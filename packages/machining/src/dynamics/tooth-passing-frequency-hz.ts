import { requirePositive, requirePositiveInteger } from "../internal/require.js";

/**
 * Tooth-passing frequency: how often a cutting edge strikes the work.
 *
 * f_tp = z · n / 60     (spindle rotation frequency n/60; harmonics h · f_tp)
 *
 * @param input.rpm n [rpm]
 * @param input.flutes z [-]
 * @returns f_tp [Hz]
 * @throws RangeError for n ≤ 0 or z not an integer ≥ 1
 * @source Smith & Tlusty, "Update on high-speed milling dynamics", ASME J. Eng. Ind. 112(2), 1990 (abstract).
 * @example toothPassingFrequencyHz({ rpm: 18000, flutes: 2 }) // 600 Hz
 */
export function toothPassingFrequencyHz(input: { rpm: number; flutes: number }): number {
  const { rpm, flutes } = input;
  requirePositive("toothPassingFrequencyHz", "rpm", rpm);
  requirePositiveInteger("toothPassingFrequencyHz", "flutes", flutes);
  return (flutes * rpm) / 60;
}
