import { complex, divide, abs } from "mathjs";
import { describe, expect, it } from "vitest";
import { dynamicAmplification } from "./dynamic-amplification.js";

describe("dynamicAmplification", () => {
  it("TPF-4: 600 Hz against a 580 Hz mode with ζ 0.03 → 10.6757; at resonance 1/(2ζ) = 16.667 (domain-reference TPF-4)", () => {
    expect(dynamicAmplification({ frequencyHz: 600, naturalFrequencyHz: 580, dampingRatio: 0.03 })).toBeCloseTo(10.6757, 4);
    expect(dynamicAmplification({ frequencyHz: 580, naturalFrequencyHz: 580, dampingRatio: 0.03 })).toBeCloseTo(16.667, 3);
  });
  it("equals |1/(1 − r² + 2iζr)| computed with mathjs complex arithmetic (independent library)", () => {
    for (const r of [0, 0.3, 0.97, 1.4, 5]) {
      const ref = abs(divide(1, complex(1 - r * r, 2 * 0.05 * r)) as ReturnType<typeof complex>) as unknown as number;
      expect(dynamicAmplification({ frequencyHz: r * 200, naturalFrequencyHz: 200, dampingRatio: 0.05 })).toBeCloseTo(ref, 12);
    }
  });
});
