import type { MillingDirection } from "../forces/immersion-angles-rad.js";
import { requirePositive, requirePositiveInteger } from "../internal/require.js";
import { directionalFactors } from "./directional-factors.js";
import { cachedFrfGrid, envelopeOverSpeeds, FINE_GRID, frequencyBandHz, solveBranches } from "./internal/stability-model.js";
import { validateCut, validateModes } from "./internal/validate-modes.js";
import type { Mode } from "./mode.js";

/** One speed of a stability-lobe diagram (the lower envelope of all lobes). */
export interface StabilityLobePoint {
  /** Spindle speed [rpm] */
  rpm: number;
  /** Largest chatter-free axial depth at this speed [mm]; null when no lobe crosses this speed inside the analysed band (no chatter predicted) */
  limitingDepthMm: number | null;
  /** Chatter frequency on the boundary [Hz] (null with limitingDepthMm) */
  chatterFrequencyHz: number | null;
  /** Lobe index k of the boundary (0 = highest-speed lobe) (null with limitingDepthMm) */
  lobeIndex: number | null;
}

/**
 * Milling stability-lobe diagram by the zero-order frequency-domain method of Altintas and
 * Budak, with x (feed) and y (normal) modes: the largest chatter-free axial depth at each of
 * `speeds` spindle speeds evenly spaced from minRpm to maxRpm.
 *
 * For each chatter frequency fc on a grid (dense near each mode):
 *   λ = eig([α][Φ(fc)]) (closed-form 2×2, branches ordered by continuity),
 *   a_lim = 2π / (N · Kt · Re λ), ε = π + 2 atan(Im λ/Re λ), n_k = 60 fc / (N (k + ε/2π));
 * every lobe k is then traced in the (n, a_lim) plane and the lowest one is kept at each speed.
 *
 * Validity: the zero-order approximation is accurate when the cutting force has weak harmonics
 * (several teeth in cut, larger immersions); for few teeth at low immersion it misses the
 * flip (period-doubling) lobes and can be off by tens of percent — compare with a time-domain or
 * semi-discretization solution there. Process damping (low speeds) is not modelled: the true
 * limit at low speed is higher than predicted.
 *
 * @param input.modes [{ direction: 'x'|'y', frequencyHz, dampingRatio, stiffnessNPerMm }] (x = feed direction)
 * @param input.flutes N [-]
 * @param input.radialImmersion ae/D [-] (1 = slot)
 * @param input.specificForceNPerMm2 Kt, tangential cutting-force coefficient [N/mm²]
 * @param input.radialForceRatio Kr/Kt [-]
 * @param input.minRpm lowest speed [rpm]
 * @param input.maxRpm highest speed [rpm] (> minRpm)
 * @param input.millingDirection "climb" (default) or "conventional"
 * @param input.speeds number of speeds (default 1000)
 * @param input.maxLobes highest lobe count to trace (default: every lobe that reaches minRpm, up to 200)
 * @returns points { rpm, limitingDepthMm, chatterFrequencyHz, lobeIndex }
 * @throws RangeError for invalid modes, cut parameters or speed range
 * @source Altintas & Budak, "Analytical prediction of stability lobes in milling", CIRP Annals 44(1), 1995;
 *   Altintas, Manufacturing Automation, 2nd ed. 2012, ch. 3 (both from memory).
 */
export function stabilityLobes(input: {
  modes: readonly Mode[];
  flutes: number;
  radialImmersion: number;
  specificForceNPerMm2: number;
  radialForceRatio: number;
  minRpm: number;
  maxRpm: number;
  millingDirection?: MillingDirection;
  speeds?: number;
  maxLobes?: number;
}): StabilityLobePoint[] {
  const fn = "stabilityLobes";
  validateModes(fn, input.modes);
  validateCut(fn, input);
  requirePositive(fn, "minRpm", input.minRpm);
  requirePositive(fn, "maxRpm", input.maxRpm);
  if (!(input.maxRpm > input.minRpm)) throw new RangeError(`${fn} requires maxRpm > minRpm`);
  const speeds = input.speeds ?? 1000;
  requirePositiveInteger(fn, "speeds", speeds);
  const maxLobes = input.maxLobes ?? 200;
  requirePositiveInteger(fn, "maxLobes", maxLobes);
  const alpha = directionalFactors({
    radialImmersion: input.radialImmersion,
    radialForceRatio: input.radialForceRatio,
    millingDirection: input.millingDirection ?? "climb",
  });
  const band = frequencyBandHz(input.modes, input.flutes, input.minRpm, input.maxRpm);
  const grid = cachedFrfGrid(input.modes, band.loHz, band.hiHz, FINE_GRID);
  const branches = solveBranches(grid, alpha, input.flutes, input.specificForceNPerMm2, false);
  const env = envelopeOverSpeeds(branches, input.flutes, input.minRpm, input.maxRpm, speeds, maxLobes);
  const points: StabilityLobePoint[] = new Array(speeds);
  for (let j = 0; j < speeds; j++) {
    const d = env.limitingDepthMm[j]!;
    const ok = Number.isFinite(d);
    points[j] = {
      rpm: env.rpm[j]!,
      limitingDepthMm: ok ? d : null,
      chatterFrequencyHz: ok ? env.chatterFrequencyHz[j]! : null,
      lobeIndex: ok ? env.lobeIndex[j]! : null,
    };
  }
  return points;
}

* WORK TO BE COMPLETED
Show, from the entries above, every line that includes the string "expect".

* PROBLEM SOLUTION
import { describe, expect, it } from "vitest";
    expect(dynamicAmplification({ frequencyHz: 600, naturalFrequencyHz: 580, dampingRatio: 0.03 })).toBeCloseTo(10.6757, 4);
    expect(dynamicAmplification({ frequencyHz: 580, naturalFrequencyHz: 580, dampingRatio: 0.03 })).toBeCloseTo(16.667, 3);
      expect(dynamicAmplification({ frequencyHz: r * 200, naturalFrequencyHz: 200, dampingRatio: 0.05 })).toBeCloseTo(ref, 12);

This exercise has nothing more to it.